The rest of the day entailed me telling everyone who would listen about my momentary encounter with the stranger.  I suppose I was looking for validation.  I desperately needed someone to say, “your outfit is awesome! Nice! Super! ”

This was not the first time I have been in the presence of someone who thought it was necessary to let me know his or her feelings (which he didn’t really – he left it open to interpretation) about something that was really none of their business.

But maybe we need more of this.  I mean, have you looked around lately?

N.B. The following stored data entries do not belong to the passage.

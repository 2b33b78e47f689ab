import { randomUUID } from 'node:crypto';
import { withScope } from '@/db/client';
import { companies, guests, jobs, members, people } from '@/db/schema';
import type { Guest, Member, Worker } from '@/lib/contracts/actor';
import type { CompanySettings } from '@/lib/contracts/company';
import type { Result } from '@/lib/contracts/result';

export const SETTINGS: CompanySettings = {
  drawPlan: [{ label: 'Deposit', share: 1_000_000, due: 'signing' }],
  ruleSet: 'none',
  terms: {
    version: 1,
    tax: { mode: 'none', basis: 'invoice', rates: {}, place: 'Nowhere' },
    discount: { kind: 'none' },
    crewSize: 2,
  },
  warrantyYears: 5,
  insurance: '',
  permits: '',
  disconnects: '',
  startWindow: '',
  salespersonLimitCents: 0,
};

export interface Contractor {
  readonly companyId: string;
  readonly slug: string;
  readonly worker: Worker;
  readonly owner: Member;
  readonly seller: Member;
}

export interface Household {
  readonly jobId: string;
  readonly guest: Guest;
  readonly clerkUserId: string;
}

/** A contractor with an owner and a salesperson, put straight into the tables. */
export async function addContractor(slug: string): Promise<Contractor> {
  const companyId = randomUUID();
  const worker: Worker = { kind: 'worker', companyId };
  const member = (role: Member['role']): Member => ({
    kind: 'member',
    companyId,
    personId: randomUUID(),
    role,
    name: `${role} of ${slug}`,
    email: `${role}@${slug}.example`,
  });
  const [owner, seller] = [member('owner'), member('salesperson')];
  await withScope(worker, async (tx) => {
    await tx.insert(companies).values({
      id: companyId,
      slug,
      name: slug,
      phone: '(555) 010-0100',
      timeZone: 'America/New_York',
      state: 'NY',
      brand: { light: '#0b5d63', dark: '#5fb6ba', markSvg: null },
      settings: SETTINGS,
      clerkOrganizationId: `org_${slug}`,
      stripeAccountId: `acct_${slug}`,
    });
    for (const { personId, email, name, role } of [owner, seller]) {
      const clerkUserId = `user_${role}_${slug}`;
      await tx.insert(people).values({ companyId, id: personId, email, name, clerkUserId });
      await tx
        .insert(members)
        .values({ companyId, personId, role, clerkMembershipId: `mem_${role}_${slug}` });
    }
  });
  return { companyId, slug, worker, owner, seller };
}

let counted = 0;

/** A job of a contractor with one homeowner, put straight into the tables. */
export async function addHousehold({ companyId, worker, seller, slug }: Contractor): Promise<Household> {
  const jobId = randomUUID();
  const number = (counted += 1);
  const clerkUserId = `user_guest_${number}`;
  const guest: Guest = {
    kind: 'guest',
    companyId,
    jobId,
    personId: randomUUID(),
    role: 'homeowner',
    name: `Household ${number}`,
    email: `guest.${number}@${slug}.example`,
    signer: true,
  };
  await withScope(worker, async (tx) => {
    await tx.insert(jobs).values({
      companyId,
      id: jobId,
      number,
      name: `Job ${number}`,
      address: `${number} Sorrel Lane`,
      salespersonId: seller.personId,
    });
    const { personId, email, name } = guest;
    await tx.insert(people).values({ companyId, id: personId, email, name, clerkUserId });
    await tx.insert(guests).values({ companyId, jobId, personId, signer: true });
  });
  return { jobId, guest, clerkUserId };
}

export function valueOf<T>(result: Result<T>): T {
  if (!result.ok) {
    const faults = (result.fault.faults ?? []).map(({ path, message }) => `\n  ${path}: ${message}`);
    throw new Error(`refused: ${result.fault.code} ${result.fault.sentence}${faults.join('')}`);
  }
  return result.value;
}

export const codeOf = (result: Result<unknown>): string => (result.ok ? 'ok' : result.fault.code);
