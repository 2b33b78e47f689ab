import { spawn } from 'node:child_process';
import { mkdtempSync, rmSync } from 'node:fs';
import { tmpdir } from 'node:os';
import path from 'node:path';
import postgres from 'postgres';
import { afterAll, beforeAll, describe, expect, it } from 'vitest';
import { closePool, withScope } from '@/db/client';
import { HOMEOWNERS, STAFF } from '@/db/seed/demo';
import type { Worker } from '@/lib/contracts/actor';
import { startClerkFake } from '@/lib/local/clerk/server';
import { generateSecrets } from '@/lib/local/settings';
import { startStripeFake } from '@/lib/local/stripe/server';
import { cloneTestDatabase, type TestDatabase } from '@/lib/local/test-database';
import { findCompanyBySlug } from '@/lib/services/company/find-by-slug';
import { findMember } from '@/lib/services/person/find-member';

let database: TestDatabase;
let owner: postgres.Sql;
let clerk: Awaited<ReturnType<typeof startClerkFake>>;
let stripe: Awaited<ReturnType<typeof startStripeFake>>;
const folder = mkdtempSync(path.join(tmpdir(), 'seed-'));

beforeAll(async () => {
  database = await cloneTestDatabase();
  owner = postgres(database.ownerUrl, { max: 1 });
  const secrets = generateSecrets().clerk;
  clerk = await startClerkFake({
    port: 0,
    stateFile: path.join(folder, 'clerk.json'),
    publishableKey: secrets.publishableKey,
    secretKey: process.env.CLERK_SECRET_KEY ?? '',
    privateKeyPem: secrets.privateKeyPem,
    webhookUrl: '',
    webhookSecret: secrets.webhookSecret,
    smtpUrl: 'smtp://127.0.0.1:9',
    mailDomain: 'mail.example',
    webOrigin: process.env.APP_ORIGIN ?? '',
  });
  stripe = await startStripeFake({
    port: 0,
    stateFile: path.join(folder, 'stripe.json'),
    secretKey: process.env.STRIPE_SECRET_KEY ?? '',
    publishableKey: process.env.STRIPE_PUBLISHABLE_KEY ?? '',
    webhookUrl: 'http://127.0.0.1:9',
    webhookSecret: process.env.STRIPE_WEBHOOK_SECRET ?? '',
    webOrigin: process.env.APP_ORIGIN ?? '',
  });
}, 60_000);

afterAll(async () => {
  await closePool();
  await owner.end();
  await clerk.stop();
  await stripe.stop();
  await database.drop();
  rmSync(folder, { recursive: true, force: true });
});

function seed(): Promise<{ code: number | null; said: string }> {
  return new Promise((resolve, reject) => {
    const child = spawn(process.execPath, ['--import', 'tsx', 'db/seed/seed.ts'], {
      env: { ...process.env, CLERK_API_URL: clerk.origin, STRIPE_API_BASE: stripe.origin },
      stdio: ['ignore', 'pipe', 'inherit'],
    });
    let said = '';
    child.stdout.on('data', (bytes: Buffer) => (said += bytes.toString()));
    child.once('error', reject);
    child.once('exit', (code) => resolve({ code, said }));
  });
}

/** How many rows each table of each company holds, as its worker sees them, and how many mails wait. */
async function held() {
  const counts: Record<string, unknown> = {};
  for (const slug of ['tern-hollow', 'quillback']) {
    const company = await findCompanyBySlug(slug);
    const worker: Worker = { kind: 'worker', companyId: company?.id ?? '' };
    counts[slug] = await withScope(worker, async (tx) => ({
      jobs: (await tx.query.jobs.findMany({ orderBy: (job, { asc }) => asc(job.number) })).map(
        ({ number, name, stage }) => [number, name, stage],
      ),
      invitations: (await tx.query.invitations.findMany()).map(({ email }) => email).sort(),
      people: (await tx.query.people.findMany()).map(({ email }) => email).sort(),
      schemes: (await tx.query.schemes.findMany()).length,
      pages: (await tx.query.pages.findMany()).length,
      ledger: (await tx.query.ledger.findMany()).length,
      audit: (await tx.query.audit.findMany()).length,
    }));
  }
  const [mails] = await owner`select count(*)::int as waiting from pgboss.job where name = 'mail'`;
  return { ...counts, mails: mails?.waiting };
}

describe('the demo', () => {
  it('put in twice is there once, and each time says who can sign in', async () => {
    const first = await seed();
    expect(first.code).toBe(0);
    for (const { name, email } of [...Object.values(STAFF), HOMEOWNERS.mara, HOMEOWNERS.teo]) {
      expect(first.said).toMatch(new RegExp(`^ *${name}.*${email}`, 'm'));
    }
    const before = await held();
    expect(await seed()).toEqual(first);
    expect(await held()).toEqual(before);
  });

  it('has Mill Race released with an approved change order and one that waits for the owner', async () => {
    const company = await findCompanyBySlug('tern-hollow');
    const worker: Worker = { kind: 'worker', companyId: company?.id ?? '' };
    await withScope(worker, async (tx) => {
      const job = await tx.query.jobs.findFirst({ where: (row, { eq }) => eq(row.name, 'Mill Race') });
      expect(job?.stage).toBe('released');
      const orders = await tx.query.changeOrders.findMany({ orderBy: (row, { asc }) => asc(row.number) });
      expect(orders.map(({ number, state }) => [number, state])).toEqual([
        [1, 'approved'],
        [2, 'signed'],
      ]);
      const pages = await tx.query.pages.findMany({ orderBy: (row, { asc }) => asc(row.sequence) });
      expect(pages.map(({ kind }) => kind)).toEqual(['agreement', 'changeOrder']);
      const draws = await tx.query.draws.findMany({ orderBy: (row, { asc }) => asc(row.number) });
      expect(draws.map(({ state }) => state)).toEqual(['paid', 'planned', 'planned', 'planned']);
    });
  });

  it('keeps the staff of each contractor apart', async () => {
    const [tern, quill] = [await findCompanyBySlug('tern-hollow'), await findCompanyBySlug('quillback')];
    expect(await findMember(tern?.id ?? '', STAFF.ines.email)).toMatchObject({ role: 'owner' });
    expect(await findMember(tern?.id ?? '', STAFF.rowan.email)).toMatchObject({ role: 'salesperson' });
    expect(await findMember(quill?.id ?? '', STAFF.dov.email)).toMatchObject({ role: 'owner' });
    expect(await findMember(tern?.id ?? '', STAFF.dov.email)).toBeNull();
    expect(await findMember(quill?.id ?? '', STAFF.ines.email)).toBeNull();
  });
});
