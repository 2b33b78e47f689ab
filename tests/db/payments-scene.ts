import { randomUUID } from 'node:crypto';
import { mkdtempSync, rmSync } from 'node:fs';
import { tmpdir } from 'node:os';
import path from 'node:path';
import { z } from 'zod';
import { withScope } from '@/db/client';
import { companies, draws, guests, jobs, ledger, members, people } from '@/db/schema';
import type { Guest, Member, Worker } from '@/lib/contracts/actor';
import type { DrawState } from '@/lib/contracts/states';
import { eventShape, refundShape, type ApiEvent } from '@/lib/local/stripe/objects';
import { startStripeFake, type StripeFake } from '@/lib/local/stripe/server';
import { signPayload } from '@/lib/local/stripe/webhooks';
import { takePaymentWebhook } from '@/lib/services/payment/take-webhook';

export interface Household {
  readonly jobId: string;
  readonly guests: readonly [Guest, Guest];
  readonly drawIds: readonly string[];
}

export interface Contractor {
  readonly companyId: string;
  readonly account: string;
  readonly worker: Worker;
  readonly owner: Member;
}

export async function addContractor(slug: string, account: string): Promise<Contractor> {
  const companyId = randomUUID();
  const worker: Worker = { kind: 'worker', companyId };
  const personId = randomUUID();
  const email = `owner@${slug}.example`;
  await withScope(worker, async (tx) => {
    await tx.insert(companies).values({
      id: companyId,
      slug,
      name: slug,
      phone: '(555) 010-0100',
      timeZone: 'America/New_York',
      state: 'NY',
      brand: { light: '#0b5d63', dark: '#5fb6ba', markSvg: null },
      settings: {
        drawPlan: [{ label: 'Deposit', share: 1_000_000, due: 'signing' }],
        ruleSet: 'none',
        terms: null,
        warrantyYears: 5,
        insurance: '',
        permits: '',
        disconnects: '',
        startWindow: '',
        salespersonLimitCents: 0,
      },
      clerkOrganizationId: `org_${slug}`,
      stripeAccountId: account,
    });
    await tx.insert(people).values({ companyId, id: personId, email, name: 'Ines Aldaba' });
    await tx.insert(members).values({ companyId, personId, role: 'owner', clerkMembershipId: `mem_${slug}` });
  });
  const owner: Member = { kind: 'member', companyId, personId, role: 'owner', name: 'Ines Aldaba', email };
  return { companyId, account, worker, owner };
}

const refundsShape = z.object({ data: z.array(refundShape) });

let jobNumber = 0;

/** A signed job with payments of the given sums, the first of them due. */
export async function addHousehold(
  { companyId, worker, owner }: Contractor,
  amountsCents: readonly number[] = [312_000, 312_000, 312_000, 104_000],
): Promise<Household> {
  const jobId = randomUUID();
  const number = (jobNumber += 1);
  const guest = (name: string): Guest => ({
    kind: 'guest',
    companyId,
    jobId,
    personId: randomUUID(),
    role: 'homeowner',
    name,
    email: `${name.toLowerCase().replace(/\W/g, '.')}.${number}@household.example`,
    signer: true,
  });
  const pair = [guest('Mara Winslade'), guest('Teo Winslade')] as const;
  const drawIds = amountsCents.map(() => randomUUID());
  await withScope(worker, async (tx) => {
    await tx.insert(jobs).values({
      companyId,
      id: jobId,
      number,
      name: 'Sorrel Lane',
      address: '14 Sorrel Lane',
      stage: 'signed',
      salespersonId: owner.personId,
    });
    for (const { personId, email, name, signer } of pair) {
      await tx.insert(people).values({ companyId, id: personId, email, name });
      await tx.insert(guests).values({ companyId, jobId, personId, signer });
    }
    await tx.insert(draws).values(
      amountsCents.map((amountCents, index) => ({
        companyId,
        id: drawIds[index],
        jobId,
        number: index + 1,
        label: index === 0 ? 'Deposit' : `Part ${index + 1}`,
        due: index === 0 ? ('signing' as const) : ('installing' as const),
        amountCents,
        state: index === 0 ? ('due' as const) : ('planned' as const),
      })),
    );
    await tx.insert(ledger).values({
      companyId,
      jobId,
      kind: 'agreement',
      amountCents: amountsCents.reduce((sum, cents) => sum + cents, 0),
      pageSequence: 1,
      memo: 'Agreement, page 1',
      at: new Date('2026-11-20T15:00:00Z'),
    });
  });
  return { jobId, guests: pair, drawIds };
}

export interface Service {
  readonly fake: StripeFake;
  /** Pays as the card form does, with one of the service's test cards. */
  pay(account: string, intentId: string, method?: string): Promise<number>;
  refund(account: string, intentId: string, amountCents?: number): Promise<void>;
  /** A bank debit that is on its way arrives, or comes back. */
  arrive(account: string, intentId: string): Promise<void>;
  /** The bank sends an intent's newest refund back. */
  failRefund(account: string, intentId: string): Promise<void>;
  /** The next `times` answers about an intent, or about any, get lost on the way. */
  loseAnswers(intentId: string | null, times: number): Promise<void>;
  /** All events about an intent so far, oldest first. */
  events(intentId: string): Promise<ApiEvent[]>;
  read(account: string, address: string): Promise<unknown>;
  stop(): Promise<void>;
}

/** Starts the payment service's stand-in on a port of its own and points the program at it; it delivers nothing by itself. */
export async function startService(): Promise<Service> {
  const folder = mkdtempSync(path.join(tmpdir(), 'payments-'));
  const secretKey = process.env.STRIPE_SECRET_KEY ?? '';
  const fake = await startStripeFake({
    port: 0,
    stateFile: path.join(folder, 'stripe.json'),
    secretKey,
    publishableKey: process.env.STRIPE_PUBLISHABLE_KEY ?? '',
    webhookUrl: '',
    webhookSecret: process.env.STRIPE_WEBHOOK_SECRET ?? '',
    webOrigin: 'http://localhost:4300',
  });
  process.env.STRIPE_API_BASE = fake.origin;
  const call = (account: string, address: string, form?: Record<string, string>, root = 'v1') =>
    fetch(`${fake.origin}/${root}/${address}`, {
      method: form ? 'POST' : 'GET',
      headers: { authorization: `Bearer ${secretKey}`, 'stripe-account': account },
      body: form ? new URLSearchParams(form) : undefined,
    });
  return {
    fake,
    pay: async (account, intentId, method = 'pm_card_visa') =>
      (await call(account, `payment_intents/${intentId}/confirm`, { payment_method: method })).status,
    refund: async (account, intentId, amountCents) => {
      const form = { payment_intent: intentId, ...(amountCents ? { amount: String(amountCents) } : {}) };
      const answer = await call(account, 'refunds', form);
      if (answer.status !== 200) throw new Error(`refused: ${await answer.text()}`);
    },
    arrive: async (account, intentId) => {
      const answer = await call(account, `payment_intents/${intentId}/arrive`, {}, '_fake');
      if (answer.status !== 200) throw new Error(`refused: ${await answer.text()}`);
    },
    failRefund: async (account, intentId) => {
      const list = await call(account, `refunds?payment_intent=${intentId}`);
      const [refund] = refundsShape.parse(await list.json()).data;
      const answer = await call(account, `refunds/${refund?.id ?? ''}/fail`, {}, '_fake');
      if (answer.status !== 200) throw new Error(`refused: ${await answer.text()}`);
    },
    loseAnswers: async (intentId, times) => {
      const body = JSON.stringify({ path: `/v1/payment_intents${intentId ? `/${intentId}` : ''}`, times });
      await fetch(`${fake.origin}/_fake/requests/drop-answer`, { method: 'POST', body });
    },
    events: async (intentId) => {
      const answer = await fetch(`${fake.origin}/_fake/events?intent=${intentId}`);
      return eventShape.array().parse(await answer.json());
    },
    read: async (account, address) => (await call(account, address)).json(),
    stop: async () => {
      await fake.stop();
      rmSync(folder, { recursive: true, force: true });
    },
  };
}

/** Delivers an event as the service does: signed, by way of the webhook's own door. */
export function deliver(event: ApiEvent): Promise<200 | 400 | 503> {
  const body = JSON.stringify(event);
  return takePaymentWebhook(body, signPayload(body, process.env.STRIPE_WEBHOOK_SECRET ?? ''));
}

export interface Held {
  readonly draws: readonly { number: number; state: DrawState; amountCents: number }[];
  readonly ledger: readonly { kind: string; amountCents: number; externalId: string | null; memo: string }[];
  readonly payments: readonly { intentId: string; status: string; amountCents: number }[];
}

/** What the database holds of a household's money, read as the company itself. */
export function readHeld({ worker }: Contractor, { jobId }: Household): Promise<Held> {
  return withScope(worker, async (tx) => ({
    draws: await tx.query.draws.findMany({
      columns: { number: true, state: true, amountCents: true },
      where: (draw, { eq }) => eq(draw.jobId, jobId),
      orderBy: (draw, { asc }) => asc(draw.number),
    }),
    ledger: await tx.query.ledger.findMany({
      columns: { kind: true, amountCents: true, externalId: true, memo: true },
      where: (entry, { eq }) => eq(entry.jobId, jobId),
      orderBy: (entry, { asc }) => [asc(entry.kind), asc(entry.externalId)],
    }),
    payments: await tx.query.payments.findMany({
      columns: { intentId: true, status: true, amountCents: true },
      where: (payment, { eq }) => eq(payment.jobId, jobId),
      orderBy: (payment, { asc }) => asc(payment.createdAt),
    }),
  }));
}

Men in muscle shirts two sizes too small with very little muscle, women wearing clothes that leave nothing to the imagination and on some of these women imagination is needed.

I’ll admit it.  When I was 20, 25, 30 and even 35 I walked around showing off as much of me as I possibly could.  I had a great belly at one time and every chance I got, out came the midriff.  I’d be at the bar or even the local corner store and I would get hit on or whistled at.  After this came my incensement as to why no one took me seriously and why guys only just wanted to have sex with me.

Really? It took me all those years to finally get it.  To get why the girls at the bar in the jeans and baggy t-shirts had boyfriends or husbands.  To get why there never was a phone call the next day, or week or month for that matter, after having sex with someone less than twenty four hours after meeting.

I was nothing more than eye candy.  If I had sex with you, then I was eye candy with the prize inside.  But all in all, just something nice to look at. Like that freaky shirt in the window that looks awesome with it’s shiny studs and peacock colors, but the beige shirt is more practical and so that is the one we buy.

I can still wear clothes like that but I don’t want to.  I realized that dressing like I am ready for my meeting at the local street corner still left me empty inside when I went home.

Men still check me out, and yeah, that feels nice sometimes.  But men also take me seriously.  More importantly, women take me seriously.  I never had female friends in my twenties and early thirties.  I thought it was because they were all bitches.  Then I thought it was because I was unlikable.  After I started putting some clothes on, I realized it was probably because I was unapproachable.